Common Enzyme Inhibitors (The "SICKFACES.COM" Mnemonic)
To help remember the most common inhibitors in pharmacology, students often use this acronym:
S - Sulfonamides
I - Isoniazid
C - Cimetidine
K - Ketoconazole
F - Fluconazole
A - Alcohol (Acute use)
C - Ciprofloxacin
E - Erythromycin
S - Sodium Valproate
C - Chloramphenicol
O - Omeprazole
M - Metronidazole
Which of the following is the content of a monophasic contraceptive ?
A)constant dose of estrogen
B)variable dose of progesterone
C)constant dose estrogen and progesterone
D)variable doses of estrogen and progesterone
The correct answer is C) constant dose of estrogen and progesterone.
In a monophasic oral contraceptive, every active pill in the pack contains the exact same amount of both estrogen (usually ethinyl estradiol) and a progestin (progesterone).
Understanding the "Phases"
Contraceptives are classified based on how the hormone levels change throughout the 21 active days of the pill cycle:
↪Monophasic (Constant/Constant): Every active pill is identical.

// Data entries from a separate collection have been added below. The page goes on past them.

func TestDecimalCommas(t *testing.T) {
	comma := Format{DecimalComma: true}
	grouped := func(where, value, advice string) string {
		return fmt.Sprintf("wells.csv: %s: %q has a mark between thousands, which is not read\nwrite the number without it%s", where, value, advice)
	}
	const orComma, orPoint = ", or say with --decimal-comma that the comma is decimal", ", or leave out --decimal-comma if the point is decimal"
	const zRow1, zRow2, zRow3 = `row 1 (line 2), column "z"`, `row 2 (line 3), column "z"`, `row 3 (line 4), column "z"`
	untold := func(where, value string) string {
		return fmt.Sprintf("wells.csv: %s: %q has a decimal comma, like most values of the column\nsay so with --decimal-comma", where, value)
	}
	tests := []formatCase{
		{"told", "x;y;z\n1,5;2;3,14\n-1e1;,5;+3,5e2\n", comma, "semicolon [3.14 350]"},
		{"three decimals", "x;y;z\n1;2;1,234\n", comma, "semicolon [1.234]"},
		{"commas named as separators", "x,y,z\n1,2,\"3,14\"\n", Format{DecimalComma: true, Separator: ','}, "comma [3.14]"},
		{"more commas than semicolons", "x;y;z;\"a\";b,c,d,e,f\n1;2;3,5;4;5\n", comma, "semicolon [3.5]"},
		{"tabs", "x\ty\tz\n1\t2\t3,5\n", comma, "tab [3.5]"},
		{"commas alone", "x,y,z\n1,2,3\n", comma, "wells.csv: the header has no separator but commas, and commas are said to be decimal\n" +
			"name the separator with --separator, or leave out --decimal-comma; both hold for all tables"},
		{"two commas", "x;y;z\n1;2;3\n1;2;1,2,3\n", comma, `semicolon [3] | 2 z not-a-number "1,2,3"`},
		{"words", "x;y;z\n1;2;3,5\n1;2;n.d.\n", comma, `semicolon [3.5] | 2 z not-a-number "n.d."`},
		{"infinite", "x;y;z\n1;2;3,5\n1;2;1e999\n", comma, `semicolon [3.5] | 2 z not-finite "1e999"`},
		{"thousands, told", "x;y;z\n1;2;3,5\n1;2;1.234,5\n", comma, grouped(zRow2, "1.234,5", "")},
		{"whole thousands, told", "x;y;z\n1;2;3,5\n1;2;1.234\n", comma, grouped(zRow2, "1.234", orPoint)},
		{"millions, told", "x;y;z\n1;2;3,5\n1;2;1.234.567\n", comma, grouped(zRow2, "1.234.567", "")},
		{"blank thousands, told", "x;y;z\n1;2;3,5\n1;2;12 345,5\n", comma, grouped(zRow2, "12 345,5", "")},
		{"point, told", "x;y;z\n1;2;3,5\n1;2;3.14\n", comma, "wells.csv: " + zRow2 + ": \"3.14\" has a decimal point, " +
			"where numbers are said to have a decimal comma\nwrite the numbers in one way, or leave out --decimal-comma, which holds for all tables"},

		{"thousands", "x,y,z\n1,2,\"1,234.5\"\n", Format{}, grouped(zRow1, "1,234.5", "")},
		{"whole thousands", "x,y,z\n1,2,\"1,234\"\n1,2,\"5,678\"\n", Format{}, grouped(zRow1, "1,234", orComma)},
		{"negative thousands", "x,y,z\n1,2,3\n1,2,\"-21,234\"\n", Format{}, grouped(zRow2, "-21,234", orComma)},
		{"millions", "x,y,z\n1,2,\"1,234,567\"\n", Format{}, grouped(zRow1, "1,234,567", "")},
		{"thousands of the other kind", "x;y;z\n1;2;3\n1;2;1.234,5\n", Format{}, grouped(zRow2, "1.234,5", ", and say with --decimal-comma that the comma is decimal")},
		{"blanks", "x,y,z\n1,2,3\n1,2,1\u202f234\n", Format{}, grouped(zRow2, "1\u202f234", "")},
		{"apostrophes", "x,y,z\n1,2,3\n1,2,1'234.5\n", Format{}, grouped(zRow2, "1'234.5", "")},
		{"thousands in a row that fails before", "x,y,z\n1,2,3\n\"1,234\",2,NA\n", Format{}, `comma [3] | 2 z missing-response "NA"`},
		{"no groups of three", "x,y,z\n1,2,3\n1,2,3\n1,2,3\n1,2,\"1,23\"\n1,2,\"1234,567.8\"\n", Format{},
			`comma [3 3 3] | 4 z not-a-number "1,23" | 5 z not-a-number "1234,567.8"`},
		{"a telephone number in a text column", "x,y,z,k\n1,2,3,\"1,234\"\n", Format{}, "comma [3]"},

		{"untold", "x;y;z\n1;2;3,5\n1;2;4\n1;2;5,25\n", Format{}, untold(zRow1, "3,5")},
		{"untold, first row whole", "x;y;z\n1;2;3\n1;2;4,5\n1;2;NA\n1;2;5,25\n", Format{}, untold(zRow2, "4,5")},
		{"untold coordinate", "x;y;z\n1,5;2;3\n1,5;2;4\n", Format{}, untold(`row 1 (line 2), column "x"`, "1,5")},
		{"untold with quotes", "x,y,z\n1,2,\"3,5\"\n1,2,\"4,5\"\n", Format{}, untold(zRow1, "3,5")},
		{"untold, all with three decimals, below 1 too", "x,y,z\n1,2,\"1,234\"\n1,2,\"0,512\"\n", Format{}, untold(zRow1, "1,234")},
		{"untold, all with three decimals, semicolons", "x;y;z\n1;2;1,234\n1;2;5,678\n", Format{}, untold(zRow1, "1,234")},
		{"untold before a latitude", "lon;lat;z\n1;2;3,5\n1;97;4,5\n", Format{}, untold(zRow1, "3,5")},
		{"half is not most", "x;y;z\n1;2;3\n1;2;3,5\n", Format{}, `semicolon [3] | 2 z not-a-number "3,5"`},
		{"half with thousands", "x;y;z\n1;2;3\n1;2;4\n1;2;1,234\n1;2;3,5\n", Format{}, grouped(zRow3, "1,234", orComma)},
	}
	checkFormats(t, measure, tests)
	if got := outcome(read("x,y,z\n1,2,\"1,234\"\n1,2\n", measure)); got != grouped(zRow1, "1,234", orComma) {
		t.Errorf("thousands before a short row: %s", got)
	}
	strict := measure
	strict.Strict = true
	checkFormats(t, strict, []formatCase{
		{"strict and untold", "x;y;z\n1;2;3\n1;2;4,5\n1;2;5,25\n", Format{}, untold(zRow2, "4,5")},
		{"strict and not most", "x;y;z\n1;2;3\n1;2;4,5\n1;2;5\n1;2;oak\n", Format{}, "wells.csv: " + zRow2 + ": response is not a number: \"4,5\"\n" +
			"correct the row, or leave out --strict to set such rows aside"},
	})
}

This provides a steady level of hormones, which often results in fewer side effects related to hormone fluctuations.
↪Biphasic: The estrogen stays the same, but the progesterone dose increases halfway through the active cycle.

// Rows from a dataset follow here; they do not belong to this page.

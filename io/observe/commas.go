package observe

import (
	"errors"
	"fmt"
	"strings"
)

// commas tells whether a number column is written with decimal commas where nobody said so.
type commas struct {
	numbers int   // values that are numbers as they stand
	with    int   // values that are numbers once their comma is a point
	first   Error // where the first of these stands
	certain bool  // one of these is no number with its thousands marked, or the separator speaks for decimal commas
	others  int   // values that are neither
}

// notNumber counts a value that is no number as it stands, and returns its fault. Groups of digits, and points where
// commas are decimal, refuse the table; but other rows may show that it is decimal commas that nobody told of.
func (r *rows) notNumber(i int, s, fault string, here Error) string {
	here.Column, here.Value = r.fields[i].name, shorten(s)
	c := &r.commas[i]
	if r.format.DecimalComma || !hasDecimalComma(s) {
		c.others++
	} else {
		if c.with++; c.with == 1 {
			c.first = here
		}
		c.certain = c.certain || fault != faultGrouped || r.header.origin.separator == ';'
	}
	switch fault {
	case faultGrouped:
		r.hold(here.because(fmt.Sprintf("%q has a mark between thousands, which is not read", here.Value),
			"write the number without it"+r.orDecimalComma(s)))
	case faultPoint:
		r.hold(here.because(fmt.Sprintf("%q has a decimal point, where numbers are said to have a decimal comma", here.Value),
			"write the numbers in one way, or leave out --decimal-comma, which holds for all tables"))
	}
	return faultNumber
}

// orDecimalComma adds to the advice about a number that has one mark only, which may be decimal.
func (r *rows) orDecimalComma(s string) string {
	switch {
	case r.header.origin.features:
	case r.format.DecimalComma:
		if _, fault := parseDecimal(s); fault == "" {
			return ", or leave out --decimal-comma if the point is decimal"
		}
	case hasDecimalComma(s):
		return ", or say with --decimal-comma that the comma is decimal"
	case strings.Count(s, ",") == 1 && !strings.Contains(s[strings.IndexByte(s, ','):], "."):
		return ", and say with --decimal-comma that the comma is decimal"
	}
	return ""
}

const adviceJSONNumber = "write the numbers with a point, as GeoJSON has them"

// hold keeps the first refusal that decimal commas in the rows to come may explain better.
func (r *rows) hold(err error) {
	if r.held == nil {
		r.held = err
	}
}

// explain returns the refusal of a table whose reading ended with err: text that cannot be read before all else, then
// decimal commas in most values of a number column, then what was held back, then err.
func (r *rows) explain(err error) error {
	if unread, ok := errors.AsType[*Error](err); ok && unread.Cause != nil {
		return err
	}
	for i := range r.commas {
		c := &r.commas[i]
		if c.certain && c.with > c.numbers+c.others {
			e := c.first
			e.What = fmt.Sprintf("%q has a decimal comma, like most values of the column", e.Value)
			e.Advice = "say so with --decimal-comma"
			if r.header.origin.features {
				e.Advice = adviceJSONNumber
			}
			return &e
		}
	}
	if r.held != nil {
		return r.held
	}
	return err
}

↪Triphasic: The doses of estrogen, progesterone, or both change every 7 days (three distinct phases) to more closely mimic a natural menstrual cycle.
Mechanism of Action
Regardless of whether they are monophasic or multiphasic, these "combined" pills work through three primary methods:
↪Inhibition of Ovulation: They suppress the release of FSH and LH from the pituitary gland, preventing the egg from being released.
↪Thickening Cervical Mucus: This makes it physically difficult for sperm to enter the uterus.
↪Thinning the Endometrium: This alters the lining of the uterus, making it less receptive to implantation.
| Type | Estrogen Dose | Progesterone Dose |
| Monophasic | Constant | Constant |
| Biphasic | Constant | Increases once |
| Triphasic | Variable | Variable |
Which of the following is the best classification for Bisoprolol?
A) beta 1 adrenergic receptor agonist
B) beta 1 adrenergic receptor blocker
C) alpha 1 adrenergic receptor blocker
D) non-selective beta adrenergic receptor blocker
The correct answer is B) beta 1 adrenergic receptor blocker.
Bisoprolol is a highly cardio-selective beta_1 receptor antagonist. In the world of pharmacology, "selective" means it has a much higher affinity for the receptors located in the heart than those in the lungs or blood vessels.
Why Bisoprolol is Classified This Way:
Targeting the Heart (𝛃1): 𝛃1 receptors are primarily located in the heart. By blocking these, Bisoprolol decreases heart rate and the force of contraction, which lowers blood pressure and reduces the heart's oxygen demand.
Sparing the Lungs (𝛃2): Unlike non-selective blockers (like Propranolol), Bisoprolol at standard doses avoids blocking 𝛃2 receptors in the lungs. This makes it a safer choice for patients with respiratory issues like asthma or COPD.
Breaking Down the Other Options:
A) beta agonist: This would stimulate the heart (like Dobutamine), increasing heart rate and blood pressure—the exact opposite of what Bisoprolol does.
C) alpha blocker: These drugs (like Prazosin or Doxazosin) work primarily by dilating blood vessels rather than acting directly on the heart's beta receptors.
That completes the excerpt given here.